We've all heard and experienced the old saying of, “into everyone's life, a little rain must fall”, and sometimes it doesn't just rain, it pours. In the midst of a storm, God softened the pelting of the rain and gave me a once in a lifetime experience.
A few months after I became born again, my world started to implode. My best friend lost a very good job, and the only work he could find sent him to Athens , Greece . A few days before he left, I lost my job; I was devastated and emotionally lost. I was good at what I did, but I became a victim to the suck ups and India outsourcing cheap labor game; the quality of my work was completely ignored. I called another friend and said, “Why is this all happening to me? I came to Jesus and now my life's gone to hell!” There are times God strips everything away from you to get your attention, or he allows Satan to do it for Him.
I sat at home completely depressed on a level I didn't even want to talk to good co-workers who had become exceptional friends. One day, my girlfriend made me an offer I couldn't refuse. “Sue, stop sulking – get on a plane and go visit Fred in Greece for a few weeks; it will do you a world of good.” I couldn't leave the house and the bills just sitting here; she offered to take care of everything for me. Before I knew it, I was on the first leg of a long overseas plane trip to Athens , Greece for the experience of a lifetime.
Normally things do not work out that way for me. You know the old saying – “if it weren't for bad luck, I wouldn't have any luck at all”? My luck makes that kind of luck look good. I could be parked and a cop could “paint” my car with a laser gun and clock me doing seventy-five miles per hour – that's MY luck! When the trip to Greece fell together perfectly, I thought something was wrong and I was waiting for the shoe to drop. It never did, but I figured out why.
Sometimes you get exactly what you ask for, and I had asked in prayer months before for God's help in understanding His Word. As a baby Christian, I had trouble reading the Bible, much less understanding it. It struck my mind as all gobbledygook that made absolutely no sense. I remember hearing on a Christian station a woman who had been in the same boat as I was sinking in. She said she didn't understand the Bible and prayed to God to reveal His Word to her in a way she could understand. He did. At that moment, I prayed to God and asked Him to do the same thing for me, using what He considered to be my strongest learning suit. God reminded me of this prayer when I was packing.

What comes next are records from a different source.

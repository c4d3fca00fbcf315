import { readFileSync } from 'node:fs'
import { describe, expect, it } from 'vitest'
import { exampleFiles, pressExample } from '../../../../shared/settings/examples'
import { setupFieldNames, setupFields } from '../../../../shared/settings/fields'
import { moveFieldNames } from '../../../../shared/settings/move-fields'
import { readJson } from '../../../../shared/settings/json-reader'
import { settingsInput, settingsJsonSchema } from '../../../../shared/settings/schema'
import { writeJson } from '../../../../shared/settings/write-json'

const folder = new URL('../../../../fixtures/settings/', import.meta.url)
const cases = JSON.parse(readFileSync(new URL('cases.json', folder), 'utf8')) as readonly { readonly file: string, readonly contentHash?: string }[]

/** A part of the schema by its keys. */
const part = (...keys: string[]) => keys.reduce<unknown>((node, key) => (node as Readonly<Record<string, unknown>>)[key], settingsJsonSchema())

describe('the zod schema', () => {
  it('takes every file that is read, unless rounding alone brings a number into its range', () => {
    for (const each of cases.filter(one => one.contentHash && one.file.startsWith('json/') && one.file !== 'json/rounding.json')) {
      const text = readFileSync(new URL(each.file, folder), 'utf8').replace(/^\ufeff/, '')
      expect(settingsInput.safeParse(JSON.parse(text)).error?.issues, each.file).toBeUndefined()
    }
    for (const file of exampleFiles) expect(settingsInput.parse(JSON.parse(writeJson(file)))).toEqual(file)
  })

  it('refuses nothing in the press example that the reader takes, key by key', () => {
    const file = JSON.parse(writeJson(pressExample)) as Record<string, unknown>
    for (const key of ['setup', 'zones', 'moves', 'extra', 'readings', 'note', 'exportedBy']) {
      for (const value of [null, undefined]) {
        const text = JSON.stringify({ ...file, [key]: value })
        expect(settingsInput.safeParse(JSON.parse(text)).success).toBe(readJson(text).ok)
      }
    }
  })

  it.each([
    ['a missing serial', { unit: { model: 'HL40-200V' } }], ['another schema', { schema: 'witnessmark.axis-settings/2' }], ['an unknown key', { colour: 'red' }], ['an unknown setup field', { setup: { softlimitmax: 180 } }],
    ['a number in quotes', { setup: { softLimitMax: '180' } }], ['a word that is none', { setup: { homingMethod: 'hardstop' } }], ['a row number out of range', { zones: [{ zone: 33, from: 1, to: 2 }] }],
    ['a row without its target', { moves: [{ move: 0, kind: 'absolute', speed: 1, acceleration: 1 }] }], ['a speed below zero', { moves: [{ move: 0, kind: 'absolute', target: 0, speed: -1, acceleration: 1 }] }],
    ['33 zones', { zones: Array.from({ length: 33 }, (_, index) => ({ zone: index, from: 0, to: 1 })) }], ['a list in extra', { extra: { K: [1] } }], ['a label of 41 letters', { moves: [{ move: 0, label: 'a'.repeat(41), kind: 'absolute', target: 0, speed: 1, acceleration: 1 }] }],
  ])('refuses %s, as the reader does', (_, change) => {
    const text = JSON.stringify({ ...JSON.parse(writeJson(pressExample)) as object, ...change })
    expect(settingsInput.safeParse(JSON.parse(text)).success).toBe(false)
    expect(readJson(text).ok).toBe(false)
  })
})

describe('the published JSON Schema', () => {
  it('is draft 2020-12 and plain JSON', () => {
    const schema = settingsJsonSchema()
    expect(schema.$schema).toBe('https://json-schema.org/draft/2020-12/schema')
    expect(JSON.parse(JSON.stringify(schema))).toEqual(schema)
  })

  it('is strict wherever the format is', () => {
    expect(part('additionalProperties')).toBe(false)
    expect(part('properties', 'unit', 'additionalProperties')).toBe(false)
    expect(part('required')).toEqual(['schema', 'unit', 'exportedAt', 'axisKind'])
    expect(part('properties', 'unit', 'required')).toEqual(['serial', 'model'])
  })

  it('has every setup field with its words and unit', () => {
    const setup = (part('properties', 'setup', 'anyOf') as readonly Readonly<Record<string, unknown>>[])[0]
    expect(Object.keys(setup?.properties as object).sort()).toEqual([...setupFieldNames].sort())
    const text = JSON.stringify(setup)
    for (const name of setupFieldNames) expect(text).toContain(JSON.stringify(setupFields[name].help).slice(1, -1))
    expect(text).toContain('Unit: mm (linear), deg (rotary).')
    expect(text).toContain('Unit: kg·cm² (rotary).')
  })

  it('has every move field', () => {
    const moves = (part('properties', 'moves', 'anyOf') as readonly Readonly<Record<string, unknown>>[])[0]
    expect(moves?.maxItems).toBe(1024)
    const items = moves?.items as Readonly<Record<string, unknown>>
    expect(Object.keys(items.properties as object).sort()).toEqual([...moveFieldNames, 'move'].sort())
    expect(items.required).toEqual(['move', 'kind', 'target', 'speed', 'acceleration'])
  })
})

It all came together and made sense: God had opened the door to the realities of His Word, and I was going to walk through to a new, deeper understanding between the Creator of the universe and myself. He was faithful to answer a prayer in a way I could've never guessed.
A few days after I had arrived in Athens and got myself adjusted to an eight hour time difference, I cautiously started exploring the world around me from a small, cramped apartment near the base of the Parthenon. I didn't know what to expect, but I found everywhere I went, I was looking for the apostle Paul's steps to come alive. In the end, I never did find the connection I had hoped for, but in retrospect, the revelations received instead were priceless.
Athens did a lot for my world perspective as well as my Biblical understanding. There's no substitute for walking a mile in a man's shoes, or in my case, walking two months in the man's sandals all over Greece . There did come a time I gave up on feeling a connection with Paul in this place, but not because I didn't want to find it. I found Aeropagus and Mars Hill, I sat on them and pondered many deep and shallow thoughts as the evening sun painted my face with warm hues of reds and yellows. Letting go of the original quest, I sat back and decided to let God do the talking and teach me instead of trying to learn it myself.
It was only after I made peace with this stance that the journey of a thousand miles began with the first step. The Roman agora at the base of the Parthenon held answers to questions I hadn't seriously asked myself. Wandering through mossy stones and various altars, I felt as if I were treading on the dead in a cemetery. It was noon, but this place was dark in spirit. “Altar for the dead”, “Altar to the twelve gods” and many other relics jumped out at me and screamed in their shrill pagan voice, “We are not dead!”